As municipal water systems have changed hands and for-profit providers have been unable to consistently deliver customer service or clean water, many communities became antsy but were often unable to develop the political will to reclaim their water systems in the face of mammoth public relations campaigns (American Water Works subsidiaries spent $6 million in the Peoria and Chattanooga fights alone, much of it going to the PR firm of Burson-Marsteller). But as French and German firms attempt to take over, the combination of a nationalism mirroring the unilateralism of the Bush administration and a still-burgeoning anti-globalization movement has begun to mount resistance to the expansion of privatization.

A global struggle
But all too often, the struggle in US communities against investor-owned water utilities remains isolated from the struggle of communities around the world facing similar threats. Water giants such as Suez, Vivendi, Perrier and RWE (that many of the largest companies are French is no accident—France was the first to privatize water on a large scale under Napoleon III), in combination with US firms such as Bechtel and Monsanto, are systematically divvying up the entirety of the planet’s fresh water resources. Much of this splitting of the spoils has been facilitated and encouraged by governments and international bodies such as the United Nations, which recently declared fresh water to be a “need” rather than a “right”, thereby sanctioning its commodification.

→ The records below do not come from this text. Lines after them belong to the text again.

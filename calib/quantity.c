#include "calib/quantity.h"

#include <math.h>
#include <stdlib.h>
#include <string.h>
#include <udunits2.h>

#include "calib/quoted_text.h"

GQuark rf_quantity_error_quark(void)
{
    return g_quark_from_static_string("rf-quantity-error-quark");
}

/* The unit system reads a few hundred definitions from disk: once per process, never freed, used under the lock alone. */
static GMutex unit_lock;

static ut_system *locked_unit_system(GError **error)
{
    static ut_system *unit_system;
    if (!unit_system) {
        ut_set_error_message_handler(ut_ignore); /* it would write to stderr by itself */
        unit_system = ut_read_xml(NULL);
    }
    if (!unit_system)
        g_set_error(error, RF_QUANTITY_ERROR, RF_QUANTITY_ERROR_UNIT,
                    "the table of units can't be read; UDUNITS-2's data files need to be installed");
    return unit_system;
}

/* Two conversions tell scale and offset; a third, that there is nothing else (decibels, dates). */
static bool read_line(const cv_converter *converter, double *scale, double *offset)
{
    double zero = cv_convert_double(converter, 0.0);
    double one = cv_convert_double(converter, 1.0);
    double ten = cv_convert_double(converter, 10.0);
    *offset = zero;
    *scale = zero == 0.0 ? one : (ten - zero) / 10.0;
    double bent = ten - zero - 10.0 * (one - zero);
    return isfinite(zero) && isfinite(one) && isfinite(ten) && *scale > 0.0 &&
           fabs(bent) <= 1e-9 * (fabs(ten) + fabs(zero));
}

static bool convert_units(ut_unit *from, ut_unit *to, double *scale, double *offset)
{
    cv_converter *converter = ut_get_converter(from, to);
    if (!converter) return false;
    bool is_line = read_line(converter, scale, offset);
    cv_free(converter);
    return is_line;
}

/* UDUNITS takes a number in front as part of the unit, so `6 2 mm` would be 12 mm: a unit begins with a letter here. */
static bool begins_like_unit(const char *unit)
{
    return g_ascii_isalpha(*unit) || *unit == '%' || *unit == '\'' || *unit == '"' || (*unit & 0x80) ||
           strcmp(unit, "1") == 0 || g_str_has_prefix(unit, "1/");
}

bool rf_quantity_conversion(const char *unit, const char *si_unit, double *scale, double *offset,
                            GError **error)
{
    g_autofree char *seen = rf_quoted_text(unit);
    if (!begins_like_unit(unit)) {
        g_set_error(error, RF_QUANTITY_ERROR, RF_QUANTITY_ERROR_UNIT,
                    "seen `%s` where a unit was needed, such as %s", seen, si_unit);
        return false;
    }
    g_autoptr(GMutexLocker) locker = g_mutex_locker_new(&unit_lock);
    (void)locker;
    ut_system *units = locked_unit_system(error);
    if (!units) return false;
    ut_unit *from = ut_parse(units, unit, g_utf8_validate(unit, -1, NULL) ? UT_UTF8 : UT_LATIN1);
    ut_unit *to = ut_parse(units, si_unit, UT_ASCII);
    bool is_known = from && to, is_alike = is_known && ut_are_convertible(from, to);
    bool is_done = is_alike && convert_units(from, to, scale, offset);
    ut_free(from);
    ut_free(to);
    if (!is_known)
        g_set_error(error, RF_QUANTITY_ERROR, RF_QUANTITY_ERROR_UNIT,
                    "seen the unit `%s`, which is unknown; a unit such as %s would do", seen, si_unit);
    else if (!is_alike)
        g_set_error(error, RF_QUANTITY_ERROR, RF_QUANTITY_ERROR_DIMENSION,
                    "seen the unit `%s`, which is of another dimension; a unit like %s would do", seen,
                    si_unit);
    else if (!is_done)
        g_set_error(error, RF_QUANTITY_ERROR, RF_QUANTITY_ERROR_UNIT,
                    "seen the unit `%s`, which isn't proportional to %s; a plain unit would do", seen,
                    si_unit);
    return is_done;
}

/* The pieces of `-1.60(98)e-19 kg`, as they stand. */
typedef struct {
    char mantissa[64]; /* sign and digits with their point */
    char sigma[64];    /* what the parentheses hold, "" without */
    char exponent[16]; /* "" or e-19 */
    int decimals;
    const char *rest;
} Pieces;

static size_t take_digits(const char **at, char *into, size_t room, int *decimals)
{
    size_t length = strspn(*at, "0123456789."), digits = 0;
    const char *point = memchr(*at, '.', length);
    if (length >= room || (point && memchr(point + 1, '.', length - (size_t)(point - *at) - 1))) return 0;
    for (size_t i = 0; i < length; i++) digits += (*at)[i] != '.';
    memcpy(into, *at, length);
    into[length] = '\0';
    *decimals = point ? (int)(length - 1 - (size_t)(point - *at)) : 0;
    *at += length;
    return digits;
}

static const char *take_sign(const char *at, char *sign)
{
    static const char unicode_minus[] = "\xe2\x88\x92";
    *sign = '+';
    if (g_str_has_prefix(at, unicode_minus)) {
        *sign = '-';
        return at + strlen(unicode_minus);
    }
    if (*at == '-' || *at == '+') *sign = *at++;
    return at;
}

static const char *take_exponent(const char *at, char *into, size_t room)
{
    into[0] = '\0';
    if (*at != 'e' && *at != 'E') return at;
    char sign;
    const char *digits = take_sign(at + 1, &sign);
    size_t length = strspn(digits, "0123456789");
    if (length == 0) return at; /* the unit's own letter, as in `5 eV` written `5eV` */
    if (length + 3 > room) return NULL;
    g_snprintf(into, (gulong)room, "e%c%.*s", sign, (int)length, digits);
    return digits + length;
}

static bool take_pieces(const char *text, Pieces *p)
{
    const char *at = take_sign(text, &p->mantissa[0]);
    p->sigma[0] = '\0';
    if (take_digits(&at, p->mantissa + 1, sizeof p->mantissa - 1, &p->decimals) == 0) return false;
    if (*at == '(') {
        int own_decimals;
        at++;
        if (take_digits(&at, p->sigma, sizeof p->sigma, &own_decimals) == 0 || *at++ != ')') return false;
    }
    p->rest = take_exponent(at, p->exponent, sizeof p->exponent);
    return p->rest != NULL;
}

/* Put together as text and read once, so that 1.602(98)e-19 is the double nearest to what was written. */
static RfValue read_pieces(const Pieces *p)
{
    g_autofree char *value = g_strconcat(p->mantissa, p->exponent, NULL);
    bool has_own_point = strchr(p->sigma, '.') != NULL;
    long exponent = p->exponent[0] ? strtol(p->exponent + 1, NULL, 10) : 0;
    g_autofree char *sigma = g_strdup_printf("%se%ld", p->sigma[0] ? p->sigma : "0",
                                             has_own_point ? exponent : exponent - p->decimals);
    return (RfValue){g_ascii_strtod(value, NULL), g_ascii_strtod(sigma, NULL)};
}

static bool refuse_number(const char *text, const char *rest, GError **error)
{
    g_autofree char *seen = rf_quoted_text(text);
    const char *hint = "a number such as 6.000(10), with its uncertainty in the last digits, would do";
    if (rest && *rest == ',')
        hint = "a decimal point is needed, no comma";
    else if (strstr(text, "\xc2\xb1") || strstr(text, "+-") || strstr(text, "+/-"))
        hint = "6.000(10) is the form for 6.000 +- 0.010";
    else if (g_ascii_strncasecmp(text, "nan", 3) == 0 || strcasestr(text, "inf"))
        hint = "a finite number is needed";
    g_set_error(error, RF_QUANTITY_ERROR, RF_QUANTITY_ERROR_NUMBER, "seen `%s`; %s", seen, hint);
    return false;
}

static bool parse_pieces(const char *text, RfValue *out, const char **unit, GError **error)
{
    Pieces pieces;
    if (!take_pieces(text, &pieces)) return refuse_number(text, NULL, error);
    const char *rest = pieces.rest;
    if (*rest == ',' || *rest == '(' || *rest == '.' || *rest == '+') return refuse_number(text, rest, error);
    while (g_ascii_isspace(*rest)) rest++;
    if (g_str_has_prefix(rest, "\xc2\xb1") || g_str_has_prefix(rest, "+"))
        return refuse_number(text, NULL, error);
    RfValue value = read_pieces(&pieces);
    if (!isfinite(value.value) || !isfinite(value.sigma)) {
        g_autofree char *seen = rf_quoted_text(text);
        g_set_error(error, RF_QUANTITY_ERROR, RF_QUANTITY_ERROR_NUMBER,
                    "seen `%s`, which is too large; a finite number is needed", seen);
        return false;
    }
    *out = value;
    *unit = rest;
    return true;
}

bool rf_quantity_parse(const char *text, const char *si_unit, RfValue *out, GError **error)
{
    g_autofree char *plain = g_strstrip(g_strdup(text)), *seen = rf_quoted_text(plain);
    const char *unit;
    RfValue raw;
    double scale = 1.0, offset = 0.0;
    if (!parse_pieces(plain, &raw, &unit, error)) return false;
    if (*unit == '\0' && strcmp(si_unit, "1") != 0) {
        g_set_error(error, RF_QUANTITY_ERROR, RF_QUANTITY_ERROR_UNIT,
                    "seen `%s` without a unit; `%s %s` would do, or any other unit of that dimension", seen,
                    seen, si_unit);
        return false;
    }
    if (*unit != '\0' && !rf_quantity_conversion(unit, si_unit, &scale, &offset, error)) {
        g_prefix_error(error, "`%s`: ", seen);
        return false;
    }
    RfValue converted = {offset + scale * raw.value, scale * raw.sigma};
    if (!isfinite(converted.value) || !isfinite(converted.sigma)) {
        g_set_error(error, RF_QUANTITY_ERROR, RF_QUANTITY_ERROR_NUMBER,
                    "seen `%s`, which is too large in %s; a finite number is needed", seen, si_unit);
        return false;
    }
    *out = converted;
    return true;
}

bool rf_quantity_parse_number(const char *text, RfValue *out, GError **error)
{
    g_autofree char *plain = g_strstrip(g_strdup(text));
    const char *unit;
    RfValue value;
    if (!parse_pieces(plain, &value, &unit, error)) return false;
    if (*unit != '\0') {
        g_autofree char *seen = rf_quoted_text(plain), *more = rf_quoted_text(unit);
        g_set_error(error, RF_QUANTITY_ERROR, RF_QUANTITY_ERROR_UNIT,
                    "seen `%s` where a plain number was needed; it goes without `%s`", seen, more);
        return false;
    }
    *out = value;
    return true;
}

/* Power of ten of the first digit of |x| once rounded to `digits` digits. */
static int leading_power(double x, int digits)
{
    char text[40];
    g_snprintf(text, sizeof text, "%.*e", digits - 1, fabs(x));
    const char *exponent = strchr(text, 'e');
    return exponent ? (int)strtol(exponent + 1, NULL, 10) : 0;
}

static char *format_exact(double value)
{
    char text[G_ASCII_DTOSTR_BUF_SIZE];
    for (int digits = 1; digits <= 17; digits++) {
        char how[8];
        g_snprintf(how, sizeof how, "%%.%dg", digits);
        g_ascii_formatd(text, sizeof text, how, value);
        if (g_ascii_strtod(text, NULL) == value) break; // NOLINT(clang-analyzer-security.FloatLoopCounter)
    }
    return g_strdup(text);
}

static char *format_fixed(double value, double sigma, int power)
{
    double unit = pow(10.0, power);
    int sigma_power = leading_power(sigma, 2) - power;
    int decimals = MAX(0, 1 - sigma_power);
    double step = pow(10.0, sigma_power - 1); /* place of sigma's second digit */
    double shown = decimals > 0 ? value / unit : round(value / unit / step) * step;
    double digits = decimals > 0 ? sigma / unit * pow(10.0, decimals) : round(sigma / unit / step) * step;
    char how[8], text[G_ASCII_DTOSTR_BUF_SIZE + 320], digit_text[G_ASCII_DTOSTR_BUF_SIZE + 320];
    g_snprintf(how, sizeof how, "%%.%df", decimals);
    g_ascii_formatd(text, sizeof text, how, shown);
    g_ascii_formatd(digit_text, sizeof digit_text, "%.0f", digits);
    return power == 0 ? g_strdup_printf("%s(%s)", text, digit_text)
                      : g_strdup_printf("%s(%s)e%d", text, digit_text, power);
}

char *rf_quantity_format(RfValue value, const char *unit)
{
    double size = MAX(fabs(value.value), value.sigma);
    g_autofree char *number = NULL;
    if (!(value.sigma > 0.0)) {
        number = format_exact(value.value);
    } else {
        int power = leading_power(size, 3);
        bool is_plain = power >= -3 && power < 6 && leading_power(value.sigma, 2) >= -12;
        number = format_fixed(value.value, value.sigma, is_plain ? 0 : power);
    }
    return unit && *unit ? g_strdup_printf("%s %s", number, unit) : g_steal_pointer(&number);
}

The Water Investment Act of 2002, passed earlier this year by the US Congress, makes federal funding for municipal water projects contingent on the local government “considering” selling its water systems to for-profit corporations. Most local jurisdictions lack the capital resources to fund improvements for water treatment and distribution facilities. These facilities are increasingly taxed by development pressures, more stringent quality standards and dwindling fresh water resources. The 2002 Water Investment Act puts considerable pressure on local communities in the US to privatize their water systems to fund these projects.

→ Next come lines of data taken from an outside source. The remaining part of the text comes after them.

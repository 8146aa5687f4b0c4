/* All pieces of all lines of a reticle at once: centre, angle, periods and radial distortion by weighted least squares with outliers
 * turned down (Tukey's biweight). The model is length_scale.h's; everything in square pixels about the picture's centre. */
#pragma once

#include <glib.h>
#include <stdbool.h>

#include "calib/units.h"

typedef struct {
    bool is_horizontal;
    int index;
    double x_px, y_px;
    double sigma_px; /* across the line */
    double weight;   /* set by the fit: 0 rejected .. 1 */
    double residual_px;
} RfFitPiece;

typedef struct {
    RfValue rotation_rad;
    RfValue k1;                       /* sigma 0: not fitted */
    RfValue period_x_px, period_y_px; /* of the vertical and the horizontal family; sigma 0: no such family */
    double first_x_px, first_y_px;    /* where line 0 of each crosses the normal through the centre */
    double squareness_sigma;          /* of period_y/period_x, with their correlation */
    double residual_px;               /* rms of the pieces kept */
} RfLineFit;

/* fit's values are where to begin: angle, periods (0: no such family) and first lines. Half the picture's diagonal gives k1 its
 * scale. Changes the pieces' weights and residuals. False: the pieces don't determine the model. */
bool rf_line_fit(GArray *pieces, double half_diagonal_px, bool with_k1, RfLineFit *fit);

The International Monetary Fund has several times made funding for debt relief contingent on a country’s privatization of its water supply in a similar way. In Bolivia, this stipulation led to massive revolt in the streets after San Francisco-based Bechtel Corporation raised water rates to levels that would impoverish many Bolivians. Street-level resistance eventually obliged power brokers to cancel the selling of the nation’s water.

At the turn of the century, Fortune Magazine declared that water “will be to the 21st century what oil was to the 20th.” In some cases, the comparison is directly evident. The Village Voice reports noises coming out of the Bush Administration of converting the existing oil-pipeline infrastructure in Canada’s Northern Provinces to pump water to the American Midwest. Under the North American Free Trade Agreement (NAFTA), Canada would have little recourse to prevent this expropriation, as attemts to do so would likely be considered “barriers to trade”.

As more of the world’s water is taken out of the public commons to be drilled, piped, bottled and delivered as corporate property, the environment will become degraded (as RWE/Thames has shown us in Britain), conservation will be deprioritized (when companies’ revenues are tied to the amount of water sold, why conserve?), rates will be raised to pay shareholders’ dividends and control over one of our most vital natural resources will be taken farther and farther from the source and from us. As decision-makers at all levels of government compete to deprive themselves and each other of recourse to thwart the profiteering of corporate entities, it falls upon the rest of us to develop viable alternatives and effective movements that will ensure that power flows from all of us and water flows to all of us.